I'm running filebeat 7.9.0, sending logs to logstash 7.9.0 before they are handed over to ES 7.9.0. For filbeat, I have the AWS module configured to retrieve elblogs.
It took me a while to get it setup properly, i.e. for the SQS queue, not only ReceiveMessage, but also ChangeMessageVisibility and DeleteMessage seem to be needed. At least with these, no Permission errors in the logs anymore.
Lots of AWS ELB logs now show up in Kibana.
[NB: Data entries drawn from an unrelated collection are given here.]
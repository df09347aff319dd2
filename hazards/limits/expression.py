"""The small, safe expression language of the limit-set data files.

A limit set writes each formula the way the printed tables do, for example
``18 * t^0.75 * C_E``, ``10^(0.002*(wavelength_nm-700))`` or ``8 + 10^(0.04*(wavelength_nm-1250))``.
Nothing here calls eval(): the text is parsed once, at load time, into sums of products

    coefficient * name_1^p_1 * ... * 10^(k_1*(name_a - x_1)) * ...

which numpy evaluates over whole arrays. That covers every formula in the published tables
(powers of t, products of correction factors, the 10^(k(lambda - lambda_0)) factors and the
one sum in ICNIRP 2013's C_C) and nothing else, so a data file cannot run code.
"""
from __future__ import annotations

import re
from collections.abc import Mapping
from dataclasses import dataclass

import numpy as np
from numpy.typing import NDArray

FloatArray = NDArray[np.float64]

_TOKEN = re.compile(
    r"\s*(?:(?P<number>(?:\d+\.?\d*|\.\d+)(?:[eE][-]?\d+)?)|(?P<name>[A-Za-z_][A-Za-z0-9_]*)|(?P<op>[-+*/^()]))"
)


class ExpressionError(ValueError):
    """A formula in a limit-set file is outside the supported forms (a data-file bug)."""


@dataclass(frozen=True)
class Exponential:
    """10^(slope * (name - offset))."""

    name: str
    slope: float
    offset: float


@dataclass(frozen=True)
class Product:
    coefficient: float
    powers: tuple[tuple[str, float], ...]
    exponentials: tuple[Exponential, ...]

    def evaluate(self, values: Mapping[str, FloatArray]) -> FloatArray:
        result: FloatArray | float = self.coefficient
        for name, power in self.powers:
            result = result * (values[name] if power == 1.0 else np.power(values[name], power))
        for term in self.exponentials:
            result = result * np.power(10.0, term.slope * (values[term.name] - term.offset))
        return np.asarray(result, dtype=np.float64)


@dataclass(frozen=True)
class Expression:
    """A parsed formula: the source text (shown in the working) and its sum of products."""

    text: str
    terms: tuple[Product, ...]

    @property
    def names(self) -> frozenset[str]:
        used: set[str] = set()
        for term in self.terms:
            used.update(name for name, _ in term.powers)
            used.update(exponential.name for exponential in term.exponentials)
        return frozenset(used)

    def evaluate(self, values: Mapping[str, FloatArray], shape: tuple[int, ...]) -> FloatArray:
        """Evaluate over arrays in ``values`` (all of ``shape``); constants are broadcast to it."""
        total: FloatArray = np.zeros(shape, dtype=np.float64)
        for term in self.terms:
            total = total + term.evaluate(values)
        return total


def parse_expression(text: str) -> Expression:
    tokens = _tokenise(text)
    parser = _Parser(tokens, text)
    terms = [parser.product()]
    while parser.accept("+"):
        terms.append(parser.product())
    if parser.position != len(tokens):
        raise ExpressionError(f"unexpected {tokens[parser.position]!r} in formula {text!r}")
    return Expression(text=text, terms=tuple(terms))


def _tokenise(text: str) -> list[str]:
    tokens: list[str] = []
    position = 0
    stripped = text.rstrip()
    while position < len(stripped):
        match = _TOKEN.match(stripped, position)
        if match is None:
            raise ExpressionError(f"cannot read formula {text!r} at {stripped[position:]!r}")
        tokens.append(match.group(match.lastgroup or "op"))
        position = match.end()
    return tokens


class _Parser:
    """Recursive descent over: sum := product ('+' product)*;
    product := factor (('*' | '/') factor)*;
    factor := NUMBER | NAME ['^' SIGNED] | '10' '^' '(' exponent ')';
    exponent := SIGNED '*' '(' NAME '-' NUMBER ')' | '(' NAME '-' NUMBER ')' '/' NUMBER."""

    def __init__(self, tokens: list[str], text: str) -> None:
        self.tokens = tokens
        self.text = text
        self.position = 0

    def peek(self, ahead: int = 0) -> str | None:
        index = self.position + ahead
        return self.tokens[index] if index < len(self.tokens) else None

    def accept(self, token: str) -> bool:
        if self.peek() == token:
            self.position += 1
            return True
        return False

    def expect(self, token: str) -> None:
        if not self.accept(token):
            raise ExpressionError(f"expected {token!r} in formula {self.text!r}")

    def take(self) -> str:
        token = self.peek()
        if token is None:
            raise ExpressionError(f"formula {self.text!r} ends too early")
        self.position += 1
        return token

    def number(self) -> float:
        sign = -1.0 if self.accept("-") else 1.0
        token = self.take()
        try:
            return sign * float(token)
        except ValueError:
            raise ExpressionError(f"expected a number, got {token!r} in formula {self.text!r}") from None

    def name(self) -> str:
        token = self.take()
        if not re.fullmatch(r"[A-Za-z_][A-Za-z0-9_]*", token):
            raise ExpressionError(f"expected a name, got {token!r} in formula {self.text!r}")
        return token

    def product(self) -> Product:
        coefficient = 1.0
        powers: list[tuple[str, float]] = []
        exponentials: list[Exponential] = []
        divide = False
        while True:
            sign = -1.0 if divide else 1.0
            token = self.peek()
            if token == "10" and self.peek(1) == "^" and self.peek(2) == "(":
                self.position += 3
                exponential = self.exponent()
                exponentials.append(Exponential(exponential.name, sign * exponential.slope, exponential.offset))
            elif token is not None and re.fullmatch(r"[A-Za-z_]\w*", token):
                name = self.name()
                power = self.number() if self.accept("^") else 1.0
                powers.append((name, sign * power))
            else:
                value = self.number()
                coefficient = coefficient / value if divide else coefficient * value
            if self.accept("*"):
                divide = False
            elif self.accept("/"):
                divide = True
            else:
                return Product(coefficient, tuple(powers), tuple(exponentials))

    def exponent(self) -> Exponential:
        if self.accept("("):
            name = self.name()
            self.expect("-")
            offset = self.number()
            self.expect(")")
            self.expect("/")
            slope = 1.0 / self.number()
        else:
            slope = self.number()
            self.expect("*")
            self.expect("(")
            name = self.name()
            self.expect("-")
            offset = self.number()
            self.expect(")")
        self.expect(")")
        return Exponential(name, slope, offset)
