def test_a_migrate_that_applied_migrations_fills_the_rooms_without_a_standing(campus: Campus) -> None:
    """A database migrated to the standings (or restored from an older backup) has rooms with none."""
    RoomStanding.objects.filter(location=campus.lab).delete()
    registry = apps.get_app_config("registry")
    fill_missing_standings(registry, using="default", plan=None)  # flush sends no plan: nothing done
    assert not RoomStanding.objects.filter(location=campus.lab).exists()
    hall_computed_at = campus.standing(campus.hall).computed_at
    applied = [(MigrationLoader(connection).graph.nodes[("registry", "0012_room_standing")], False)]
    fill_missing_standings(registry, using="default", plan=applied)
    assert_standings_current()
    assert (campus.standing(campus.lab).lasers, campus.standing(campus.lab).unprotected) == (2, 2)
    assert campus.standing(campus.hall).computed_at == hall_computed_at  # a room that had one is left alone


def test_a_migrate_backwards_fills_nothing(campus: Campus) -> None:
    RoomStanding.objects.filter(location=campus.lab).delete()
    undone = [(MigrationLoader(connection).graph.nodes[("registry", "0012_room_standing")], True)]
    fill_missing_standings(apps.get_app_config("registry"), using="default", plan=undone)
    assert not RoomStanding.objects.filter(location=campus.lab).exists()


def test_the_campus_loader_stores_every_room_s_standing() -> None:
    from registry.services.campus import campus_load, campus_read

    campus_load(data=campus_read(), today=datetime.date(2026, 12, 2))
    assert RoomStanding.objects.count() == Location.objects.count() * len(LIMIT_SETS)
    assert_standings_current()


def _together(*steps: Callable[[], object]) -> None:
    """Run ``steps`` from one thread each, released together."""
    start = threading.Barrier(len(steps))

    def run(step: Callable[[], object]) -> None:
        try:
            start.wait()
            step()
        finally:
            connection.close()

    threads = [threading.Thread(target=run, args=(step,)) for step in steps]
    for thread in threads:
        thread.start()
    for thread in threads:
        thread.join()


@pytest.mark.skipif(connection.vendor != "postgresql", reason="row locks need PostgreSQL; SQLite runs one writer "
                                                              "at a time")
class SimultaneousChangesTests(TransactionTestCase):
    """Two changes to one room at the same moment: the standing written last has seen both."""

    def test_an_eyewear_inspection_and_a_laser_moving_out_at_once_both_reach_the_standing(self) -> None:
        campus = Campus()
        services.eyewear_update(eyewear=campus.goggles, by=campus.lso, location=campus.lab)
        for round_number in range(10):
            with self.subTest(round=round_number):
                condition = "damaged" if round_number % 2 == 0 else "good"
                room = campus.hall if round_number % 2 == 0 else campus.lab
                goggles = Eyewear.objects.get(pk=campus.goggles.pk)
                weak = Laser.objects.get(pk=campus.weak.pk)
                _together(lambda: services.eyewear_inspect(eyewear=goggles, by=campus.lso, condition=condition),
                          lambda: services.laser_update(laser=weak, by=campus.lso, location=room))
                assert_standings_current()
However, I still fear, I miss quite a number of logs in Kibana.
In the filebeat logs, I see messages like this:
Sep 24 09:14:43 hostname filebeat: 2020-09-24T09:14:43.409Z#011ERROR#011[s3]#011s3/input.go:487#011readStringAndTrimDelimiter failed: context deadline exceeded Sep 24 09:14:43 hostname filebeat: 2020-09-24T09:14:43.409Z#011ERROR#011[s3]#011s3/input.go:396#011createEventsFromS3Info failed processing file from s3 bucket "<my-bucket>" with name "path/to/filename.log": readStringAndTrimDelimiter failed: context deadline exceeded
and later followed by messages alike:
Sep 24 09:14:52 hostname filebeat: 2020-09-24T09:14:52.898Z#011WARN#011[s3]#011s3/input.go:299#011Half of the set visibilityTimeout passed, visibility timeout needs to be updated Sep 24 09:14:52 hostname filebeat: 2020-09-24T09:14:52.901Z#011INFO#011[s3]#011s3/input.go:306#011Message visibility timeout updated to 500 seconds
Because I found this thread here, https://discuss.elastic.co/t/aws-vpcflow-errors-count-not-find-region-configuration-context-deadline-exceeded/225471
I already bumped the api_timeout to 500. (It would have been nice if the documentation would have mentioned that it's max at half of visibility_timeout and save me some head scratching why filebeat dies on start up, until I figured I have to bump visibility timeout as well...)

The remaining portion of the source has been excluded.